Here is an example where $Y\times_X Z$ is not smooth over $Spec(K) $.
Take $X=Spec(K[T])=\mathbb A^1_K, Y =Spec(K)=\lbrace *\rbrace $, and for $Z$ take the surface $Z=V(Y^2-X^3-T)\subset Spec(K[X,Y,T])=\mathbb A^3_K$.
The morphisms are $Z\to X:(x,y,t)\mapsto t$ and $Y\to X:*\mapsto 0 $.
The three schemes $X,Y,Z$ are smooth over $K$.
However the fiber product $Y\times_X Z$ is the cusp $Y^2-X^3=0$ in the plane $Spec(K[X,Y])$ and is thus not smooth over $K$, just as you required.
A smoothness criterion
No reasonable condition on $X$ alone will ensure that $Y\times_X Z$ is smooth: after all in the example above $X=\mathbb A^1_K$ and it is impossible to conceive of a smoother, better behaved $K$-scheme than the affine line!

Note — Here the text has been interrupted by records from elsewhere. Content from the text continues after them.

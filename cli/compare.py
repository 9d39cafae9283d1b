"""``shapedesc compare``: group comparison of shape spectra (and point-wise shape).

INPUT is the OUTDIR of ``shapedesc describe`` (its ``spectra.tsv`` and, when present,
``coefficients/``) or a spectra table directly.  Per structure: a GLM of the log
normalised energy of each tested degree on the group and covariates, Freedman–Lane
permutation p-values, max-statistic FWER and Benjamini–Hochberg q across degrees,
Hedges' g with bootstrap intervals, a global multivariate test, cross-validated
separability (ROC AUC; separability, not diagnosis), a PCA shape space and, when
coefficients are available, per-vertex tests of normal displacement on the
correspondence icosphere.

Outputs in STATSDIR: degree_tests.tsv, global_test.tsv, classification.tsv,
pca/variance_explained.tsv, pca/mode_scores.tsv (+ pca/*.surf.gii mode surfaces),
vertex_tests.gii and mean_surface*.surf.gii (one structure; ``_<structure>`` suffixes for
several), spectra_harmonised.tsv with --site, compare.json.  Research use only.
"""

from __future__ import annotations

import argparse
import hashlib
import logging
import re
from pathlib import Path

import numpy as np

from shapedesc import CAUTION, __version__, defaults
from shapedesc.errors import OutputExistsError, StatsInputError

log = logging.getLogger("shapedesc.cli.compare")

HELP = "compare groups: per-degree and global tests, effect sizes, shape space, point-wise maps"

OUTPUTS = ("degree_tests.tsv", "global_test.tsv", "classification.tsv", "compare.json",
           "spectra_harmonised.tsv", "pca", "vertex_tests.gii", "mean_surface.surf.gii")


def _csv(text: str | None) -> list[str]:
    return [t.strip() for t in text.split(",") if t.strip()] if text else []


def add_parser(subparsers) -> argparse.ArgumentParser:
    p = subparsers.add_parser(
        "compare", help=HELP, description=HELP + ". " + __doc__.split("\n\n", 1)[1],
        formatter_class=argparse.RawDescriptionHelpFormatter)
    p.add_argument("input", metavar="OUTDIR_or_spectra.tsv",
                   help="OUTDIR of `shapedesc describe`, or its spectra.tsv")
    p.add_argument("-o", "--outdir", required=True, metavar="STATSDIR", help="output folder")
    p.add_argument("--group", required=True, metavar="COLUMN", help="column holding the group")
    p.add_argument("--levels", metavar="A,B", default=None,
                   help="levels to compare, reference first (two: t test of B - A; more: F)")
    p.add_argument("--covariates", metavar="a,b", default=None,
                   help="covariate columns (numeric ones centred, text ones treatment coded)")
    p.add_argument("--categorical", metavar="a,b", default=None,
                   help="numeric covariates to treat as categorical (e.g. a scanner code)")
    p.add_argument("--structure", metavar="NAME", action="append", dest="structures",
                   help="structure to analyse (repeat for several; default: all)")
    p.add_argument("--degrees", metavar="2-15", default=None,
                   help=f"degrees to test (default {defaults.DEFAULT_FIRST_TEST_DEGREE} to the largest)")
    p.add_argument("--permutations", type=int, default=defaults.DEFAULT_PERMUTATIONS, metavar="N",
                   help=f"Freedman-Lane permutations (default {defaults.DEFAULT_PERMUTATIONS})")
    p.add_argument("--bootstrap", type=int, default=defaults.DEFAULT_BOOTSTRAP, metavar="N",
                   help=f"bootstrap resamples for Hedges' g intervals (default {defaults.DEFAULT_BOOTSTRAP})")
    p.add_argument("--classification-permutations", type=int, metavar="N",
                   default=defaults.DEFAULT_CLASSIFICATION_PERMUTATIONS,
                   help="label permutations for the separability p-value "
                        f"(default {defaults.DEFAULT_CLASSIFICATION_PERMUTATIONS})")
    p.add_argument("--seed", type=int, default=defaults.DEFAULT_SEED, metavar="S",
                   help=f"random seed (default {defaults.DEFAULT_SEED}); same seed, same outputs")
    p.add_argument("--site", metavar="COLUMN", default=None,
                   help="harmonise across sites with ComBat first; permute within sites")
    p.add_argument("--modes", type=int, default=defaults.DEFAULT_PCA_MODES, metavar="K",
                   help=f"PCA modes to report (default {defaults.DEFAULT_PCA_MODES})")
    p.add_argument("--no-pointwise", action="store_true",
                   help="skip the per-vertex tests even when coefficients are available")
    p.add_argument("--smoothing", type=float, default=0.0, metavar="S",
                   help="heat-kernel bandwidth of the reconstructions for point-wise tests")
    p.add_argument("--force", action="store_true", help="replace outputs in STATSDIR")
    return p


def _resolve_input(path: Path) -> tuple[Path, Path | None]:
    if path.is_dir():
        spectra = path / "spectra.tsv"
        if not spectra.is_file():
            raise StatsInputError(
                f"{path}: no spectra.tsv in this folder; give the OUTDIR of `shapedesc "
                "describe` or a spectra.tsv file")
        root = path
    elif path.is_file():
        spectra, root = path, path.parent
    else:
        raise StatsInputError(f"{path}: no such file or folder")
    coef = root / "coefficients"
    return spectra, (coef if coef.is_dir() else None)


def _check_outdir(outdir: Path, force: bool) -> None:
    if outdir.exists() and not outdir.is_dir():
        raise OutputExistsError(f"{outdir}: exists and is not a folder; choose another STATSDIR")
    if outdir.is_dir() and any(outdir.iterdir()) and not force:
        raise OutputExistsError(
            f"{outdir}: folder is not empty; pass --force to replace its results or choose "
            "another STATSDIR")


def _read_table(spectra: Path):
    import pandas as pd

    try:
        return pd.read_csv(spectra, sep="\t", dtype={"subject": str, "structure": str})
    except (pd.errors.ParserError, UnicodeDecodeError, pd.errors.EmptyDataError) as exc:
        raise StatsInputError(f"{spectra}: cannot be read as a tab-separated table ({exc})") from exc


def _load_coefficients(coef_dir: Path | None, table, structures) -> dict:
    """(subject, structure) -> record for every coefficient file found (lazy import)."""
    if coef_dir is None:
        return {}
    try:
        from shapedesc.descriptors import read_coefficients
    except ImportError:  # pragma: no cover - the reader ships with the package
        log.warning("coefficient reader unavailable; PCA of log energies, no point-wise tests")
        return {}
    out = {}
    for subj, struct in table[["subject", "structure"]].astype(str).itertuples(index=False):
        if structures and struct not in structures:
            continue
        f = coef_dir / f"{subj}_{struct}.npz"
        if f.is_file():
            out[(subj, struct)] = read_coefficients(f)
    return out


def _rows(df) -> tuple[list[str], list[dict]]:
    return [str(c) for c in df.columns], df.to_dict("records")


def run(args: argparse.Namespace) -> int:
    import pandas as pd

    from shapedesc.pipeline.outputs import dependency_versions, write_json, write_tsv
    from shapedesc.stats.compare import compare_spectra, pointwise_comparison
    from shapedesc.stats.shapespace import features_to_coefficients

    spectra, coef_dir = _resolve_input(Path(args.input))
    outdir = Path(args.outdir)
    _check_outdir(outdir, args.force)
    table = _read_table(spectra)
    records = _load_coefficients(coef_dir, table, args.structures)
    coefficients = {k: r.values for k, r in records.items()} or None
    seed = int(args.seed)
    base = np.random.default_rng(seed)
    g_spectra, g_points = base.spawn(2)
    log.info("compare: %s, group %s, %d permutations, seed %d", spectra, args.group,
             args.permutations, seed)
    result = compare_spectra(
        table, group=args.group, levels=_csv(args.levels) or None,
        covariates=_csv(args.covariates), categorical=_csv(args.categorical),
        degrees=args.degrees, structures=args.structures, site=args.site,
        n_permutations=args.permutations, n_bootstrap=args.bootstrap,
        classification_permutations=args.classification_permutations, n_modes=args.modes,
        coefficients=coefficients, rng=g_spectra, source=str(spectra))
    outdir.mkdir(parents=True, exist_ok=True)
    files: list[str] = []

    def tsv(name, df):
        write_tsv(outdir / name, *_rows(df))
        files.append(name)

    tsv("degree_tests.tsv", result.degree_tests())
    tsv("global_test.tsv", result.global_tests())
    tsv("classification.tsv", result.classification())
    harmonised = [s.harmonised for s in result.structures if s.harmonised is not None]
    if harmonised:
        tsv("spectra_harmonised.tsv", pd.concat(harmonised, ignore_index=True))

    # PCA tables (+ mode surfaces when built from coefficients)
    var_rows, score_rows = [], []
    single = len(result.structures) == 1
    try:
        from shapedesc.reconstruct import reconstruct_values
    except ImportError:  # pragma: no cover - ships with the package
        reconstruct_values = None
    from shapedesc.stats.vertexwise import write_surface_gifti, write_vertex_gifti

    pointwise_notes = {}
    streams = g_points.spawn(len(result.structures))
    for sc, gen in zip(result.structures, streams):
        pca = sc.pca
        cum = np.cumsum(pca.explained_variance_ratio)
        for k in range(pca.n_modes):
            var_rows.append({"structure": sc.structure, "input": sc.pca_input, "mode": k + 1,
                             "variance": pca.explained_variance[k],
                             "variance_ratio": pca.explained_variance_ratio[k],
                             "cumulative_ratio": cum[k]})
        for i, label in enumerate(sc.design.labels):
            row = {"subject": label, "structure": sc.structure,
                   args.group: sc.design.levels[sc.design.group_codes[i]]}
            row.update({f"mode{k + 1}": pca.scores[i, k] for k in range(pca.n_modes)})
            score_rows.append(row)
        if sc.pca_input == "coefficients" and reconstruct_values is not None:
            degree = int(round(np.sqrt(pca.mean.size / 3 + 1))) - 1
            for k in range(min(pca.n_modes, 3)):
                for tag, sd in (("minus2sd", -defaults.PCA_MODE_SD), ("mean", 0.0),
                                ("plus2sd", defaults.PCA_MODE_SD)):
                    vals = features_to_coefficients(pca.mode_point(k, sd), degree)
                    v, f = reconstruct_values(vals, degree)
                    name = f"pca/{sc.structure}_mode{k + 1}_{tag}.surf.gii"
                    write_surface_gifti(outdir / name, v, f, overwrite=True)
                    files.append(name)
        # point-wise tests
        keys = [(lab, sc.structure) for lab in
                table[table["structure"].astype(str) == sc.structure]["subject"].astype(str)
                .to_numpy()[sc.design.rows]]
        if args.no_pointwise:
            pointwise_notes[sc.structure] = "skipped: --no-pointwise"
        elif reconstruct_values is None or not records:
            pointwise_notes[sc.structure] = "skipped: no coefficients/ beside the spectra table"
        elif not all(k in records for k in keys):
            miss = [k[0] for k in keys if k not in records]
            pointwise_notes[sc.structure] = (f"skipped: no coefficient file for {len(miss)} "
                                             f"subject(s) ({', '.join(miss[:5])})")
        else:
            vt = pointwise_comparison([records[k].values for k in keys], sc.design,
                                      smoothing=args.smoothing,
                                      n_permutations=args.permutations, rng=gen,
                                      blocks=sc.blocks)
            suffix = "" if single else f"_{sc.structure}"
            write_vertex_gifti(outdir / f"vertex_tests{suffix}.gii", vt, overwrite=True)
            write_surface_gifti(outdir / f"mean_surface{suffix}.surf.gii", vt.mean_vertices,
                                vt.faces, overwrite=True)
            files += [f"vertex_tests{suffix}.gii", f"mean_surface{suffix}.surf.gii"]
            for lv, verts in vt.group_mean_vertices.items():
                name = f"mean_surface{suffix}_{_safe(lv)}.surf.gii"
                write_surface_gifti(outdir / name, verts, vt.faces, overwrite=True)
                files.append(name)
            n_sig = int(np.sum(vt.test.p_fwer <= defaults.DEFAULT_ALPHA))
            pointwise_notes[sc.structure] = (f"{vt.mean_vertices.shape[0]} vertices, "
                                             f"{n_sig} with p_fwer <= {defaults.DEFAULT_ALPHA}")
        log.info("%s: %s", sc.structure, pointwise_notes[sc.structure])
    tsv("pca/variance_explained.tsv", pd.DataFrame(var_rows))
    tsv("pca/mode_scores.tsv", pd.DataFrame(score_rows))

    meta = _metadata(args, spectra, result, pointwise_notes, files, dependency_versions())
    write_json(outdir / "compare.json", meta)
    for sc in result.structures:
        dt = sc.degree_tests
        hits = dt.loc[dt["p_fwer"] <= defaults.DEFAULT_ALPHA, "degree"].tolist()
        log.info("%s: %d subjects; degrees with p_fwer <= %g: %s", sc.structure,
                 sc.design.n_subjects, defaults.DEFAULT_ALPHA, hits or "none")
    log.info("wrote %s", outdir)
    return 0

The correct condition you want is that the morphism $Y\to X$ be smooth and that $Z$ be smooth over $K$.
Then the morphism $Y\times_X Z\to Z $ will be smooth too because smoothness is preserved by base change.
And the morphism $f: Y\times_X Z\to Spec(K) $ will be smooth, just as you wished: indeed the composition of smooth morphisms is smooth and this morphism $f$ is the composition of the smooth morphisms $Y\times_X Z\to Z $ and $Z\to Spec(K)$.
Notice carefully that you don't have to require that $X$ nor $Y$ be smooth over $K$ for the criterion to apply!
A criterion for the criterion
Yes, but how do we ensure that the morphism $f:Y\to X$ is smooth?
Answer: a necessary and sufficient condition for $f$ to be smooth is that $f$ be flat and that all fibers $f^{-1}(y)\subset X$ of closed points $y\in Y$ be smooth over $K$.